▶ INFORMATION SUPPLIED

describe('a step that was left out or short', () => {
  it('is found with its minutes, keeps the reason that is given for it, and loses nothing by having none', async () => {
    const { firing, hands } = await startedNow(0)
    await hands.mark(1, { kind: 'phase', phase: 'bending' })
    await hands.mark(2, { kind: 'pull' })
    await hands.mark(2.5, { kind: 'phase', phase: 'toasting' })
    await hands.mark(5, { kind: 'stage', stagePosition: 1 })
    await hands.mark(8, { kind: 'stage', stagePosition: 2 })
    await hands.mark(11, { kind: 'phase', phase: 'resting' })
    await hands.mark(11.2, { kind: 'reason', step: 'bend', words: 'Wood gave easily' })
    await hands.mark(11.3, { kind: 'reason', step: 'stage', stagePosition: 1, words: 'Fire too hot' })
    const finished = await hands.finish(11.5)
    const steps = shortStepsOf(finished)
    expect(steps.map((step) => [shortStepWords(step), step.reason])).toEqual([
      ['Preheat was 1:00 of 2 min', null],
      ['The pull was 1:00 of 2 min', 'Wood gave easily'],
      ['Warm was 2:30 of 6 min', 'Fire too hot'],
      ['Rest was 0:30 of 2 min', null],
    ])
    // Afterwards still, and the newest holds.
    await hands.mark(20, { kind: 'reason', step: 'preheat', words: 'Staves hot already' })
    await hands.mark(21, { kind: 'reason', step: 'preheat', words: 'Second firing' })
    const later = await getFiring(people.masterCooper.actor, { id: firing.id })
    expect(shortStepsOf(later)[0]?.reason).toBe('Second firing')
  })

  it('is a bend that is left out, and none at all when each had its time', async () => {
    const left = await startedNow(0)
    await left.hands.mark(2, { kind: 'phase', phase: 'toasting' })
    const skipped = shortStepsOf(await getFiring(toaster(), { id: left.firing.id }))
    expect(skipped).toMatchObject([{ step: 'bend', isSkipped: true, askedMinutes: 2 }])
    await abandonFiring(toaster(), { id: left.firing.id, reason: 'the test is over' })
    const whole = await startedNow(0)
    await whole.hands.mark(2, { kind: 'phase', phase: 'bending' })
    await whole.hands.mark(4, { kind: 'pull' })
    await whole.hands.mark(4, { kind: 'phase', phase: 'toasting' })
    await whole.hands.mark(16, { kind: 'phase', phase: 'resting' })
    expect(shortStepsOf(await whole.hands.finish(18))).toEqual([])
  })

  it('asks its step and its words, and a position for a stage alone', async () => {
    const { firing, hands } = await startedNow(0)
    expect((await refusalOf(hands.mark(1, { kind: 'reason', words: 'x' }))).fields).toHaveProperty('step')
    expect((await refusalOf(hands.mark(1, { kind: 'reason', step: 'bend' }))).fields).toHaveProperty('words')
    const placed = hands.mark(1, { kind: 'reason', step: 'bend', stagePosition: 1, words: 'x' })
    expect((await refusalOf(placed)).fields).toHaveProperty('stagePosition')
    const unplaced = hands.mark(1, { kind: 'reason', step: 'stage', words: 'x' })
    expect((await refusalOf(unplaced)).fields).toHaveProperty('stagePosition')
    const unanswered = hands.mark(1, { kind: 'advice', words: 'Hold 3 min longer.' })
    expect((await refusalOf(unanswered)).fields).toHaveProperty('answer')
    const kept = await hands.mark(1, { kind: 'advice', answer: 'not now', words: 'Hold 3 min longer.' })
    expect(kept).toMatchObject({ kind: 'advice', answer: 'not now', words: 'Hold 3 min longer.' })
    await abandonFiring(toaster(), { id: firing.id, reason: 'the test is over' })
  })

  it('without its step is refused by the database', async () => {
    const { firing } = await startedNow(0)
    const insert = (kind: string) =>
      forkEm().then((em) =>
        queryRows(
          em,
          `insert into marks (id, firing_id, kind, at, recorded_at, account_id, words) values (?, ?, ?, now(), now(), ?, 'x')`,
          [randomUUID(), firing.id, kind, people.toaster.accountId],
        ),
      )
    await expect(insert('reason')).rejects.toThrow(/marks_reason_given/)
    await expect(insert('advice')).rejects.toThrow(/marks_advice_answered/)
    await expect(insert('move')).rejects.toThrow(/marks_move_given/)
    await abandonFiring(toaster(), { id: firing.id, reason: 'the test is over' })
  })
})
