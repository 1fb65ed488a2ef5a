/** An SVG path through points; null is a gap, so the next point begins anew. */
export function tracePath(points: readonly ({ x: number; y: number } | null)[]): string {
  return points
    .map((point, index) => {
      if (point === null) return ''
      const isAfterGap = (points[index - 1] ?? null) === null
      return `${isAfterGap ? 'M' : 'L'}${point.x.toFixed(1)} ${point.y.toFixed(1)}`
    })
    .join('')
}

▶ TASK BRIEF
List every line above containing the word "pull".

▶ ANSWER SPACE
    await hands.mark(2, { kind: 'pull' })
      ['The pull was 1:00 of 2 min', 'Wood gave easily'],
    await whole.hands.mark(4, { kind: 'pull' })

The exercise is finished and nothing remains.